• _DATA FOR THE TASK_
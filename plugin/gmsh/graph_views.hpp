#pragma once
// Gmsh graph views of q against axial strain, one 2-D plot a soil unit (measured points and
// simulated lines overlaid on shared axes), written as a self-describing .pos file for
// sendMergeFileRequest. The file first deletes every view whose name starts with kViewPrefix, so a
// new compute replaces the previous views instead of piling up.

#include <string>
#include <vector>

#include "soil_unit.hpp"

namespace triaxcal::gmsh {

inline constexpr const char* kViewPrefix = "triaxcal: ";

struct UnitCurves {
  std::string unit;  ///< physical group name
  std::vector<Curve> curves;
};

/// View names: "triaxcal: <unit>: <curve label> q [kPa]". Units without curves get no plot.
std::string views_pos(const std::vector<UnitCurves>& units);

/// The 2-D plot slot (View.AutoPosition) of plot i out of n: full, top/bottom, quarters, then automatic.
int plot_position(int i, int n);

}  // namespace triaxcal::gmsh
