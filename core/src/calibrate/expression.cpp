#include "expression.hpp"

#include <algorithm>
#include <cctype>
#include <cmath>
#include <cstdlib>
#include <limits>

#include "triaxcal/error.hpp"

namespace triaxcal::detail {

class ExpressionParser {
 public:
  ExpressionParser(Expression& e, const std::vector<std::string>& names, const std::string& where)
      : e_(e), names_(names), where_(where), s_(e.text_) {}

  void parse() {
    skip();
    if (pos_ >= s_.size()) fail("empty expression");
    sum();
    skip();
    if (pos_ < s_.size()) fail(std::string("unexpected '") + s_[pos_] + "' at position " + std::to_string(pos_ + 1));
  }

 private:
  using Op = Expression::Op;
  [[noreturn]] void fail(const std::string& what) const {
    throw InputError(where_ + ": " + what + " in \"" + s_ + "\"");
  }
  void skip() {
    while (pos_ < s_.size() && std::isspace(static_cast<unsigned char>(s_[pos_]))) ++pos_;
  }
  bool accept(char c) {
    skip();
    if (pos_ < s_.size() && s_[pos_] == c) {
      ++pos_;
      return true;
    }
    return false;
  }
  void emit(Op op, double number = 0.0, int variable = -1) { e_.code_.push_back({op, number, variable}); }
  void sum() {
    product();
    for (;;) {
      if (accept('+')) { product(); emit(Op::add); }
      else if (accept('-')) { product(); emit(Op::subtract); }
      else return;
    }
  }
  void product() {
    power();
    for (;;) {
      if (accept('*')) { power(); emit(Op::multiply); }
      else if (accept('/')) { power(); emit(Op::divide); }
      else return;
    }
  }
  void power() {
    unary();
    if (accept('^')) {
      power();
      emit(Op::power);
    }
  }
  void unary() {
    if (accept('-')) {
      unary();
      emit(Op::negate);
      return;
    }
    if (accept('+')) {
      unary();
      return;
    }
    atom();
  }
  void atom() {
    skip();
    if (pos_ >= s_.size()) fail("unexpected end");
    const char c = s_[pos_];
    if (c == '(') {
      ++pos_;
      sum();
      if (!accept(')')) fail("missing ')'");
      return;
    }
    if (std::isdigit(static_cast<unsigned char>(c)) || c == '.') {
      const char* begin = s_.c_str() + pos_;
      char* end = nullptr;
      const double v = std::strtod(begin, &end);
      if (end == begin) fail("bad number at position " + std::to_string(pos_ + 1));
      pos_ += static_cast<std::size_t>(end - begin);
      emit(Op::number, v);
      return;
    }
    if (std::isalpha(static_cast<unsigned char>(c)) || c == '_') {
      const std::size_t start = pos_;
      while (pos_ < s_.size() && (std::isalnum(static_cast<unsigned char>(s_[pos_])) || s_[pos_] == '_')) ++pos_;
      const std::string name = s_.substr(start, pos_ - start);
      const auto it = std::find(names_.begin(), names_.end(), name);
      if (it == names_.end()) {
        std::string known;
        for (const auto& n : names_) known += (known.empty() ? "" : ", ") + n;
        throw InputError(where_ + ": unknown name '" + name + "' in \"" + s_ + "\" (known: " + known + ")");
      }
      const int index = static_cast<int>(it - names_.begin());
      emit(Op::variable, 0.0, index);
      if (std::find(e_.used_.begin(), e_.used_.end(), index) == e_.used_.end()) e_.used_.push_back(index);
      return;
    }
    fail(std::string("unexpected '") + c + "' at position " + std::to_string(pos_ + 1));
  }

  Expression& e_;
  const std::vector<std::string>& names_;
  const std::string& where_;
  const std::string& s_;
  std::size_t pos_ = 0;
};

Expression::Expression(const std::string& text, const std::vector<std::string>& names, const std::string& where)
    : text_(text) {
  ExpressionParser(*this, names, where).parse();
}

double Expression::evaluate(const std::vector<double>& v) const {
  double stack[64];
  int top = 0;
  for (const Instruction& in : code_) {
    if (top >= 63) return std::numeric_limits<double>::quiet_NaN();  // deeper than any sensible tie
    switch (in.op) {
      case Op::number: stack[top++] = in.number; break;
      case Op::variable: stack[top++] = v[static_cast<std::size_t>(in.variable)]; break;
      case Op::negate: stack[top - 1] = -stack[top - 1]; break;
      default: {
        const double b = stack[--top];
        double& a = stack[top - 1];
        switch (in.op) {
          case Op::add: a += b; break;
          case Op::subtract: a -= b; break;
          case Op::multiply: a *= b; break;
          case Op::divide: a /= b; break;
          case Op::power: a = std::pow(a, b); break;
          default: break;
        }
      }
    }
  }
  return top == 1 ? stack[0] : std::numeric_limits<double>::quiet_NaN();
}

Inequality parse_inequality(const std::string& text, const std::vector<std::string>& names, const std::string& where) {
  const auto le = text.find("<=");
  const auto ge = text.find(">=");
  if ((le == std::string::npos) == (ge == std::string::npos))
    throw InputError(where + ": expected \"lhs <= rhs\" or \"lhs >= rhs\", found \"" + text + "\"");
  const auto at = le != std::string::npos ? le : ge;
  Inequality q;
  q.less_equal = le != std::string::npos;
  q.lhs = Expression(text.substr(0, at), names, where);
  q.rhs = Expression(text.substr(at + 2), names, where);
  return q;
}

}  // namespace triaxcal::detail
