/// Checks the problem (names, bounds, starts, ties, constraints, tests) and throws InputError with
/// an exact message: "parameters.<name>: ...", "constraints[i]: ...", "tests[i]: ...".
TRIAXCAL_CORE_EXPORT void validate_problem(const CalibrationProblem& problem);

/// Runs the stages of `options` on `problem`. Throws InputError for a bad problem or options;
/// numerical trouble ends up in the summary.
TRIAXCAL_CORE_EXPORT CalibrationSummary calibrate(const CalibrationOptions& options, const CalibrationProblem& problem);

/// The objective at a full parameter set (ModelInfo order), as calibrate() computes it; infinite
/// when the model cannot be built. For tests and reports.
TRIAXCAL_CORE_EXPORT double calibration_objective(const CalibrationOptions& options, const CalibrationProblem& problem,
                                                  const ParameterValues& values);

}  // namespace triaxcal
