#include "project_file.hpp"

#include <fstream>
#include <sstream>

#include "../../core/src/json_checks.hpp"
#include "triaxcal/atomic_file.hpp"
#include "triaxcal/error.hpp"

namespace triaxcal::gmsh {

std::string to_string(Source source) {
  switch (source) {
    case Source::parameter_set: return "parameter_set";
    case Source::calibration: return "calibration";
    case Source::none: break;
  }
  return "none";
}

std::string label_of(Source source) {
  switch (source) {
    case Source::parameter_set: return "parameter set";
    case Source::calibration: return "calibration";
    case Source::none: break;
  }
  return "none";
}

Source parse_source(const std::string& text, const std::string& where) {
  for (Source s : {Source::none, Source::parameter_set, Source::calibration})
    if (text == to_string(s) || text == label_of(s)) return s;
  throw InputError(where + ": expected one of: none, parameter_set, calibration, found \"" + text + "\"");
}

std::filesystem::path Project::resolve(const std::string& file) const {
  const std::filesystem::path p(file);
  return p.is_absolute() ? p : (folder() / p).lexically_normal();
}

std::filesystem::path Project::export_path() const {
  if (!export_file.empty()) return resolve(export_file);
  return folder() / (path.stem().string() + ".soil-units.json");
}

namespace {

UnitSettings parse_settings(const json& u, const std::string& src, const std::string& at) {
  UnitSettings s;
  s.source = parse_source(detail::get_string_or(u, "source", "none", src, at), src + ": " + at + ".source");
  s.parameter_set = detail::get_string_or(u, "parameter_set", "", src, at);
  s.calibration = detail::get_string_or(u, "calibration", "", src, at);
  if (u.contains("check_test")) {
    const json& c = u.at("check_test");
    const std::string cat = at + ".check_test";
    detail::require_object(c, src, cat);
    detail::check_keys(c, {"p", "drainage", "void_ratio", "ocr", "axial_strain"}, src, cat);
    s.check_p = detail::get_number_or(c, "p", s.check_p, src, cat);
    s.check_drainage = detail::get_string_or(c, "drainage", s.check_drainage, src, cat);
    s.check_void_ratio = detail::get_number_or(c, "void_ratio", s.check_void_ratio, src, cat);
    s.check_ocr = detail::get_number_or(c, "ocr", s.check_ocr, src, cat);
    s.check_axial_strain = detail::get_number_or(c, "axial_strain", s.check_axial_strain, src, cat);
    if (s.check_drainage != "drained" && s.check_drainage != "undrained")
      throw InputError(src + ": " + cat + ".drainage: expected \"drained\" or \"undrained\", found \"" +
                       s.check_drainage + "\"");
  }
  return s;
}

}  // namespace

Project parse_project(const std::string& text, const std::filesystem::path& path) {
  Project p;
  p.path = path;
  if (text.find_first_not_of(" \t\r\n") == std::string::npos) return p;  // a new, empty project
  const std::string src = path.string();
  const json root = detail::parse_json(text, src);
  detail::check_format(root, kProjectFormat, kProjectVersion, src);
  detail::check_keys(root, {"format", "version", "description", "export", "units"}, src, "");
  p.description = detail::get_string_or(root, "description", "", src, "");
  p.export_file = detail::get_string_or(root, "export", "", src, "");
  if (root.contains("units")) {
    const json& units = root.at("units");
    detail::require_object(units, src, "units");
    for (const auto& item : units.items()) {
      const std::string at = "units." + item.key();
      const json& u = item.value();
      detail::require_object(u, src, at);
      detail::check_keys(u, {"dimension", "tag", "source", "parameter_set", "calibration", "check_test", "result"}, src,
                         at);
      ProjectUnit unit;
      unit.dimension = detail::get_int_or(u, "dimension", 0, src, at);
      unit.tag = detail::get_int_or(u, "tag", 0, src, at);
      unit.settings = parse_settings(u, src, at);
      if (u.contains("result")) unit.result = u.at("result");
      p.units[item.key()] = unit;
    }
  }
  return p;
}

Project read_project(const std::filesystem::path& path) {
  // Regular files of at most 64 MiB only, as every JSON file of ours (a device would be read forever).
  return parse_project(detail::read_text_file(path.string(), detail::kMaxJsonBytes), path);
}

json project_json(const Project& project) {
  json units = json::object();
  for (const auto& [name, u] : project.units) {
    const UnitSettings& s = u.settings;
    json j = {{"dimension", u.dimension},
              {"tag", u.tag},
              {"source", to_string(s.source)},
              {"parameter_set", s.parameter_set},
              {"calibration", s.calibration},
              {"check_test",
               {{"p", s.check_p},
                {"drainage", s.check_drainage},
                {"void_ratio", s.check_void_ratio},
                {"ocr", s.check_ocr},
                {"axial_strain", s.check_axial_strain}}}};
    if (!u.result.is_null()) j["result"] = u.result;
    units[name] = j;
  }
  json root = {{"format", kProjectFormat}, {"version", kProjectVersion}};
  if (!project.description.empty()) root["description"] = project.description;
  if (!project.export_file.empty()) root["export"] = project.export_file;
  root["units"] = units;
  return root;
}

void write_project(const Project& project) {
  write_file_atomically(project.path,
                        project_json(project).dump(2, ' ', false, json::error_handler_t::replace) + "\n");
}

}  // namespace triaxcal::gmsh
---
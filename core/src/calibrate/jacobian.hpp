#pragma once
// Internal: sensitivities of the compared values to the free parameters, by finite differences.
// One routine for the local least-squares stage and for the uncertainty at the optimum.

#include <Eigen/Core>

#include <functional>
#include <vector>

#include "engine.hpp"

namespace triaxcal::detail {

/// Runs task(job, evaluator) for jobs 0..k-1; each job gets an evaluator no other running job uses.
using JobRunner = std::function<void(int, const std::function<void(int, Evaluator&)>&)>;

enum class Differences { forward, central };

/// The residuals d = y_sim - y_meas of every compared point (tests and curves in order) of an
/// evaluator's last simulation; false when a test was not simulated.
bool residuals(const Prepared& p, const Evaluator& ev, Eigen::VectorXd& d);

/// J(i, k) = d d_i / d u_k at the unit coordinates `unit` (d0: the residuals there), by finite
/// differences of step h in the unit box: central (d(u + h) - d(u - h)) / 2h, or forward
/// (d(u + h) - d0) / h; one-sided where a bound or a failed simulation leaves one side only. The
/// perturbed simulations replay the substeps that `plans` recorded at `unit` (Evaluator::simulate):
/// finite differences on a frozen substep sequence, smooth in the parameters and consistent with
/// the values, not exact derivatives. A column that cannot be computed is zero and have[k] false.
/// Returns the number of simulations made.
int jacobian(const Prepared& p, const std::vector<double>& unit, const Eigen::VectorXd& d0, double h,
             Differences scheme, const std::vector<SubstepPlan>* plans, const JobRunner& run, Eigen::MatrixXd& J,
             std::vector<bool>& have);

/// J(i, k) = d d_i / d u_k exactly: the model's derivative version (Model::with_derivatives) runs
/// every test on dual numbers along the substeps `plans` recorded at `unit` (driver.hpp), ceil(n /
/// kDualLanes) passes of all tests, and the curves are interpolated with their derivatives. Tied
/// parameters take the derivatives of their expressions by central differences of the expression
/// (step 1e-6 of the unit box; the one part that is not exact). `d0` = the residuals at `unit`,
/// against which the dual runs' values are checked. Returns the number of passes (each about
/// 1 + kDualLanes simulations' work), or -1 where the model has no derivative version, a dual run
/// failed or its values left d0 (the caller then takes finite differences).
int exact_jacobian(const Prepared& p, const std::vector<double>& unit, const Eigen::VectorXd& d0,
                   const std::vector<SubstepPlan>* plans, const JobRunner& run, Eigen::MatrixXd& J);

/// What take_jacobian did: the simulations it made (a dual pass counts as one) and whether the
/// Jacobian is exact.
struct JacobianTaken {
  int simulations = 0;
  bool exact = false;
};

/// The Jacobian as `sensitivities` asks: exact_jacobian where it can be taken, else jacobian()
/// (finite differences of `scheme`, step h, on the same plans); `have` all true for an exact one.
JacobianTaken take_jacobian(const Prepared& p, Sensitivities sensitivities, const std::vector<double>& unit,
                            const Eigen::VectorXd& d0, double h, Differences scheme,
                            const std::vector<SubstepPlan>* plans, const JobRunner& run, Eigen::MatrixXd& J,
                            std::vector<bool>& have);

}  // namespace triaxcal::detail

• _ABOUT THIS EXERCISE_
What is needed is a copy of every line above in which "bool" appears.

• _THE ANSWER_
  bool accept(char c) {
bool residuals(const Prepared& p, const Evaluator& ev, Eigen::VectorXd& d);
             std::vector<bool>& have);
  bool exact = false;
                            std::vector<bool>& have);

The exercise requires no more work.